■ **TASK ITEM**:
Every record below, from first to last: print it exactly as shown.

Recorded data

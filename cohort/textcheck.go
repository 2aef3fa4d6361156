package cohort

import (
	"bytes"
	"encoding/binary"
	"fmt"
	"io"
	"unicode/utf8"
)

// MaxLineBytes is the longest line a text table may hold. A window's row is a few hundred bytes;
// a longer line is a file that is not a table of windows (or a damaged one), and is refused
// before it is held in memory: a small compressed file can hold a line of gigabytes.
const MaxLineBytes = 1 << 20

// lineLimit passes a stream through and fails, naming the line, as soon as a line grows past
// MaxLineBytes. Reads are capped at MaxLineBytes so that a line longer than the limit always
// spans two reads and is seen at the second.
type lineLimit struct {
	r    io.Reader
	file string
	line int // lines ended so far
	run  int // bytes of the current line so far
}

func newLineLimit(r io.Reader, file string) *lineLimit { return &lineLimit{r: r, file: file} }

func (l *lineLimit) Read(p []byte) (int, error) {
	if len(p) > MaxLineBytes {
		p = p[:MaxLineBytes]
	}
	n, err := l.r.Read(p)
	b := p[:n]
	first := bytes.IndexByte(b, '\n')
	if first < 0 {
		l.run += n
	} else {
		if l.run+first > MaxLineBytes {
			return 0, l.tooLong()
		}
		l.line += bytes.Count(b, []byte{'\n'})
		l.run = n - bytes.LastIndexByte(b, '\n') - 1
	}
	if l.run > MaxLineBytes {
		return 0, l.tooLong()
	}
	return n, err
}

func (l *lineLimit) tooLong() error {
	return &InputError{File: l.file, Line: l.line + 1, Msg: fmt.Sprintf("line is longer than %d MiB, more than any row of windows; check that this is the table of windows and that its line ends are intact", MaxLineBytes>>20), Err: ErrNotText}
}

// textFault finds the first byte of b that has no place in a text table: a control character
// other than tab, carriage return and line feed, DEL, or a byte that is not part of valid UTF-8.
// It returns the fault's offset, or -1. A rune cut by the end of b is a fault only when b is the
// end of the text (whole); a peek at the start of a file may end inside one. Eight bytes are looked at in one step while they are all
// printable ASCII; a line feed makes one slow step per line.
func textFault(b []byte, whole bool) int {
	const (
		lows  = 0x2020202020202020
		highs = 0x8080808080808080
		ones  = 0x0101010101010101
	)
	i := 0
	for i < len(b) {
		if i+8 <= len(b) {
			w := binary.LittleEndian.Uint64(b[i:])
			// A byte at or above 0x80, below 0x20, or equal to 0x7f sets its high bit here.
			if (w|(w-lows)|((w^0x7f7f7f7f7f7f7f7f)-ones))&highs == 0 {
				i += 8
				continue
			}
		}
		c := b[i]
		switch {
		case c == '\t' || c == '\n' || c == '\r':
			i++
		case c < 0x20 || c == 0x7f:
			return i
		case c < 0x80:
			i++
		default:
			r, size := utf8.DecodeRune(b[i:])
			if r == utf8.RuneError && size <= 1 {
				if !whole && isCutRune(b[i:]) {
					return -1
				}
				return i
			}
			i += size
		}
	}
	return -1
}

// isCutRune tells whether b (shorter than a rune) is the start of a valid multi-byte rune.
func isCutRune(b []byte) bool {
	c := b[0]
	var need int
	switch {
	case c&0xe0 == 0xc0:
		need = 2
	case c&0xf0 == 0xe0:
		need = 3
	case c&0xf8 == 0xf0:
		need = 4
	default:
		return false
	}
	if len(b) >= need {
		return false
	}
	for _, x := range b[1:] {
		if x&0xc0 != 0x80 {
			return false
		}
	}
	return true
}

// textCellFault is textFault for one cell read whole (a sheet or Parquet cell).
func textCellFault(s string) int {
	for i := 0; i < len(s); {
		c := s[i]
		if c < 0x80 {
			if c < 0x20 && c != '\t' && c != '\n' && c != '\r' || c == 0x7f {
				return i
			}
			i++
			continue
		}
		r, size := utf8.DecodeRuneInString(s[i:])
		if r == utf8.RuneError && size <= 1 {
			return i
		}
		i += size
	}
	return -1
}

// faultMsg words a fault found by textFault or textCellFault at byte c.
func faultMsg(c byte) string {
	what := fmt.Sprintf("byte 0x%02x is not valid UTF-8", c)
	if c < 0x20 || c == 0x7f {
		what = fmt.Sprintf("control character 0x%02x", c)
		if c == 0 {
			what = "NUL byte (0x00)"
		}
	}
	return what + " in a text table; save the file again as UTF-8 text, or remove the stray byte"
}

// textFaultError words a fault at offset off of data, whose first line is line.
func textFaultError(file string, data []byte, off, line int) error {
	before := data[:off]
	line += bytes.Count(before, []byte{'\n'})
	col := off - bytes.LastIndexByte(before, '\n')
	return &InputError{File: file, Line: line, Column: col, Msg: faultMsg(data[off]), Err: ErrNotText}
}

■ **REPLY TO THE EXERCISE**:
filename cohort/textcheck.go
repository 2aef3fa4d6361156
package cohort

import (
	"bytes"
	"encoding/binary"
	"fmt"
	"io"
	"unicode/utf8"
)

// MaxLineBytes is the longest line a text table may hold. A window's row is a few hundred bytes;
// a longer line is a file that is not a table of windows (or a damaged one), and is refused
// before it is held in memory: a small compressed file can hold a line of gigabytes.
const MaxLineBytes = 1 << 20

// lineLimit passes a stream through and fails, naming the line, as soon as a line grows past
// MaxLineBytes. Reads are capped at MaxLineBytes so that a line longer than the limit always
// spans two reads and is seen at the second.
type lineLimit struct {
	r    io.Reader
	file string
	line int // lines ended so far
	run  int // bytes of the current line so far
}

func newLineLimit(r io.Reader, file string) *lineLimit { return &lineLimit{r: r, file: file} }

func (l *lineLimit) Read(p []byte) (int, error) {
	if len(p) > MaxLineBytes {
		p = p[:MaxLineBytes]
	}
	n, err := l.r.Read(p)
	b := p[:n]
	first := bytes.IndexByte(b, '\n')
	if first < 0 {
		l.run += n
	} else {
		if l.run+first > MaxLineBytes {
			return 0, l.tooLong()
		}
		l.line += bytes.Count(b, []byte{'\n'})
		l.run = n - bytes.LastIndexByte(b, '\n') - 1
	}
	if l.run > MaxLineBytes {
		return 0, l.tooLong()
	}
	return n, err
}

func (l *lineLimit) tooLong() error {
	return &InputError{File: l.file, Line: l.line + 1, Msg: fmt.Sprintf("line is longer than %d MiB, more than any row of windows; check that this is the table of windows and that its line ends are intact", MaxLineBytes>>20), Err: ErrNotText}
}

// textFault finds the first byte of b that has no place in a text table: a control character
// other than tab, carriage return and line feed, DEL, or a byte that is not part of valid UTF-8.
// It returns the fault's offset, or -1. A rune cut by the end of b is a fault only when b is the
// end of the text (whole); a peek at the start of a file may end inside one. Eight bytes are looked at in one step while they are all
// printable ASCII; a line feed makes one slow step per line.
func textFault(b []byte, whole bool) int {
	const (
		lows  = 0x2020202020202020
		highs = 0x8080808080808080
		ones  = 0x0101010101010101
	)
	i := 0
	for i < len(b) {
		if i+8 <= len(b) {
			w := binary.LittleEndian.Uint64(b[i:])
			// A byte at or above 0x80, below 0x20, or equal to 0x7f sets its high bit here.
			if (w|(w-lows)|((w^0x7f7f7f7f7f7f7f7f)-ones))&highs == 0 {
				i += 8
				continue
			}
		}
		c := b[i]
		switch {
		case c == '\t' || c == '\n' || c == '\r':
			i++
		case c < 0x20 || c == 0x7f:
			return i
		case c < 0x80:
			i++
		default:
			r, size := utf8.DecodeRune(b[i:])
			if r == utf8.RuneError && size <= 1 {
				if !whole && isCutRune(b[i:]) {
					return -1
				}
				return i
			}
			i += size
		}
	}
	return -1
}

// isCutRune tells whether b (shorter than a rune) is the start of a valid multi-byte rune.
func isCutRune(b []byte) bool {
	c := b[0]
	var need int
	switch {
	case c&0xe0 == 0xc0:
		need = 2
	case c&0xf0 == 0xe0:
		need = 3
	case c&0xf8 == 0xf0:
		need = 4
	default:
		return false
	}
	if len(b) >= need {
		return false
	}
	for _, x := range b[1:] {
		if x&0xc0 != 0x80 {
			return false
		}
	}
	return true
}

// textCellFault is textFault for one cell read whole (a sheet or Parquet cell).
func textCellFault(s string) int {
	for i := 0; i < len(s); {
		c := s[i]
		if c < 0x80 {
			if c < 0x20 && c != '\t' && c != '\n' && c != '\r' || c == 0x7f {
				return i
			}
			i++
			continue
		}
		r, size := utf8.DecodeRuneInString(s[i:])
		if r == utf8.RuneError && size <= 1 {
			return i
		}
		i += size
	}
	return -1
}

// faultMsg words a fault found by textFault or textCellFault at byte c.
func faultMsg(c byte) string {
	what := fmt.Sprintf("byte 0x%02x is not valid UTF-8", c)
	if c < 0x20 || c == 0x7f {
		what = fmt.Sprintf("control character 0x%02x", c)
		if c == 0 {
			what = "NUL byte (0x00)"
		}
	}
	return what + " in a text table; save the file again as UTF-8 text, or remove the stray byte"
}

// textFaultError words a fault at offset off of data, whose first line is line.
func textFaultError(file string, data []byte, off, line int) error {
	before := data[:off]
	line += bytes.Count(before, []byte{'\n'})
	col := off - bytes.LastIndexByte(before, '\n')
	return &InputError{File: file, Line: line, Column: col, Msg: faultMsg(data[off]), Err: ErrNotText}
}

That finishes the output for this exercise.